# Moving from Australia to the US



## SaraG (Jun 24, 2010)

Hi all, 

My husband has recently been told that he may be asked to move to the USA to continue his work (company was sold to an american company 2 years ago, husband has been travelling from Sydney office to office USA every 3 months or so). Im excited, but very nervous about this and am not even sure where to start with this. 

So hubby would have a job. Then there is myself and our two young children 3yrs and almost 2 years. How does it even work? His company would be paying for our transfer and I assume "sponsering" him to move there. Will I be able to move there as his partner? What sort of Visa do I need? We are looking at moving for roughly 2 years and then hope to return to Australia. 

We are looking at moving to the Santa Clara area (Los Altos is where his office is). Any advice on what areas to look at? 

What else do I need to look at? Will I be able to work after a certain amount of time?

Im really nervous about this as we will be leaving family and friends behind and going to a new country where we know no-one (well hubby knows guys from work). 

We were also thinking of having a child in the next year or so. What is the medical system like?

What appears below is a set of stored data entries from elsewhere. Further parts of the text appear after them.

def before_after_svg(result: DemoResult) -> str:
    """Grouped bars: the wave's recall (all, model alone) and the false-positive rate, before and after."""
    f = result.figures()
    measures = [("wave recall", "wave_recall"), ("wave recall, model alone", "wave_model_recall"),
                ("false-positive rate", "false_positive_rate")]
    width, height = WIDTH, 260
    body, sx, sy = _axes(0, len(measures), 1.0, y_label="share", width=width, height=height,
                         x_ticks=[(i + 0.5, name) for i, (name, _k) in enumerate(measures)],
                         y_ticks=[(v / 4, f"{25 * v}%") for v in range(5)])
    bar = (sx(1) - sx(0)) * 0.3
    for i, (_name, key) in enumerate(measures):
        for j, (phase, colour) in enumerate((("before", "#bdbdbd"), ("after", "#31a354"))):
            value = f[phase][key] or 0.0
            x = sx(i + 0.5) - bar + j * bar
            body.append(f'<rect x="{x:.1f}" y="{sy(value):.1f}" width="{bar - 4:.1f}" '
                        f'height="{sy(0) - sy(value):.1f}" fill="{colour}"/>')
            body.append(f'<text x="{x + (bar - 4) / 2:.1f}" y="{sy(value) - 4:.1f}" text-anchor="middle" '
                        f'font-size="11">{_pct(f[phase][key])}</text>')
    x = width - PAD_R - 220
    for phase, colour in (("before the retrain", "#bdbdbd"), ("after the retrain", "#31a354")):
        body.append(f'<rect x="{x}" y="{PAD_T + 6}" width="14" height="10" fill="{colour}"/>')
        body.append(f'<text x="{x + 18}" y="{PAD_T + 15}" font-size="11">{phase}</text>')
        x += 110
    return _svg(body, title="before and after the retrain", width=width, height=height)


# -- the page -------------------------------------------------------------------------------------

CSS = """
body { font-family: sans-serif; color: #222; max-width: 1000px; margin: 24px auto; padding: 0 16px; }
h1 { font-size: 24px; margin-bottom: 4px; } h2 { font-size: 18px; margin-top: 28px; }
p.lead { color: #555; margin-top: 0; }
table { border-collapse: collapse; margin: 8px 0; } td, th { padding: 4px 12px; border-bottom: 1px solid #e5e5e5; }
th { text-align: left; background: #f5f5f5; } td.num { text-align: right; font-variant-numeric: tabular-nums; }
ol.story li { margin: 3px 0; } .row { display: flex; gap: 20px; } .note { color: #666; font-size: 13px; }
"""


def story_items(result: DemoResult) -> list[str]:
    items = [f"{_clock(result.scenario.start_ts)} the first model <code>{html.escape(result.first_model)}</code> "
             f"is trained on the forum's history and promoted; two workers start scoring."]
    items.append(f"{_clock(result.wave_start_ts)} the spam wave begins: near-duplicate testimonials for an invented "
                 f"soil additive from hundreds of new accounts, in words the first model has never seen.")
    seen = set()
    for e in result.events:
        d = e["data"]
        if e["type"] == "campaign_start" and "campaign" not in seen:
            seen.add("campaign")
            items.append(f"{_clock(e['ts'])} campaign alarm on {html.escape(str(d.get('site')))}: "
                         f"{d.get('members')} near-duplicates from {d.get('authors')} or more accounts; members are held.")
        elif e["type"] == "wave_start" and ("wave", d.get("site")) not in seen:
            seen.add(("wave", d.get("site")))
            ts = (d.get("minute", e["ts"] // 60) + 1) * 60.0
            items.append(f"{_clock(ts)} flagged-rate wave alarm on {html.escape(str(d.get('site')))}: "
                         f"{d.get('rate', 0):.0%} flagged against a baseline of {d.get('baseline', 0):.0%}.")
    items.append(f"every 5 minutes moderators label the oldest held comments and the spam readers report: "
                 f"{sum(result.labels_sent.values())} labels in all.")
    if result.retrain_ts:
        report = result.retrain_report
        gate = report.get("gate", {}).get("sets", {}).get("holdout", {})
        auc = ""
        if report.get("chosen") in gate:
            auc = (f" (holdout ROC-AUC {gate['active']['roc_auc']:.3f} &rarr; {gate[report['chosen']]['roc_auc']:.3f}, "
                   f"{html.escape(report['chosen'].replace('_', ' '))})")
        items.append(f"{_clock(result.retrain_ts)} the nightly retrain runs through the gate: "
                     f"{html.escape(str(report.get('decision', '?')))}{auc}; the workers hot-reload "
                     f"<code>{html.escape(result.retrained_model or '-')}</code> and the hold queue is re-scored.")
    items.append(f"{_clock(result.scenario.start_ts + result.scenario.duration_s)} the same wave goes on, "
                 f"and the model now catches it itself.")
    return items
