def test_text_path_stays_equal_while_the_chunk_store_sheds_entries():
    # A tiny store sheds its least used half again and again between batches;
    # features of earlier batches keep naming their tokens.
    tok = Tokenizer()
    enc = FeatureEncoder(tok, TokenHasher(n_buckets=2**14))
    enc._store.cap = 16
    rng = np.random.default_rng(0)
    words = ["win", "free", "casino", "the", "notes", "https://p.example/1", "555", "a", "5", "c a s h"]
    kept = []
    for _ in range(30):
        texts = [" ".join(rng.choice(words, size=rng.integers(0, 12))) for _ in range(rng.integers(1, 6))]
        _check_same(enc, tok, texts)
        kept.append((enc.texts(texts), texts))
        assert len(enc._store) <= 16 + sum(len(t.split()) for t in texts) + len(texts)
    for batch, texts in kept:
        for i, text in enumerate(texts):
            assert batch.names.take(np.flatnonzero(batch.doc == i)) == tok.features(text)


def _held_singles_agree(store) -> None:
    """Every one-token chunk the store holds has the entry of its id in ``singles``, and only those."""
    for chunk, at in store.ids.items():
        tokens, hashes, marks, rotated = store.entries[at]
        if len(tokens) == 1 and " " not in chunk:
            assert store.singles[chunk] == (tokens[0], hashes[0], rotated[0], marks[0]), chunk
    assert all(len(store.entries[store.ids[c]][0]) == 1 for c in store.singles)


def test_one_comment_path_of_one_token_chunks_equals_the_batch_path():
    # The second time around every chunk is held, so one() takes its
    # one-token-chunk route; one-letter words carry a mark that only a run of
    # three may act on, spaced-out letters and links leave that route.
    tok = Tokenizer()
    enc = FeatureEncoder(tok, TokenHasher(n_buckets=2**14))
    enc._store.cap = 32
    rng = np.random.default_rng(1)
    words = ["win", "free", "casino", "the", "notes", "a", "i", "5", "555", "x y z", "www.p.example", "fr33"]
    for _ in range(40):
        texts = [" ".join(rng.choice(words, size=rng.integers(0, 10))) for _ in range(rng.integers(1, 4))]
        _check_same(enc, tok, texts)
        _check_same(enc, tok, texts)
        _held_singles_agree(enc._store)
    assert enc.one("the free notes a casino")[0] == enc.texts(["the free notes a casino"]).bucket.tolist()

So confused, excited, scared! Help please!


----------



## USC (Jun 13, 2010)

Hi Sara,

Your post doesn't really provide enough information to answer your questions. Your husband needs to find out exactly on what kind of visa they are going to transfer him and whether they will be providing health insurance etc etc.

However, my guess is that they would transfer him on a L1 if that is in fact the case you would be on a L2. On a L2 you would be able to work and study in the US. You would also be able to freely travel back and forth to to Australia. If his company provides health insurance you needn't worry about the medical system and would have access to excellent medical facilities.

I can't answer specific questions about the Santa Clara area and even though Sydney is a hard act to follow, you will like California.


----------



## Bevdeforges (Nov 16, 2007)

Santa Clara is a GREAT area - I used to live in Sunnyvale (which is a really nice town, well worth considering). Los Altos and Palo Alto tend to be pricey, but if you can afford it, rather lovely areas. If possible, you ought to ask if the company would spring for a "house hunting" trip for you and the kids to see the area and get a feel for what sort of accommodation you'd prefer. If not, see if you can get them to put you up for a month or two at the start in one of the "residence hotels" in the area while you look for more permanent diggs.

Whether or not you'll be able to work depends quite a bit on what sort of visa the company is getting for your husband. If this is considered a temporary transfer (i.e. "just" for two years or so) there's a reasonable chance you won't be able to work as a "dependent" on his visa - but there's plenty to do in the area so don't worry about being bored. 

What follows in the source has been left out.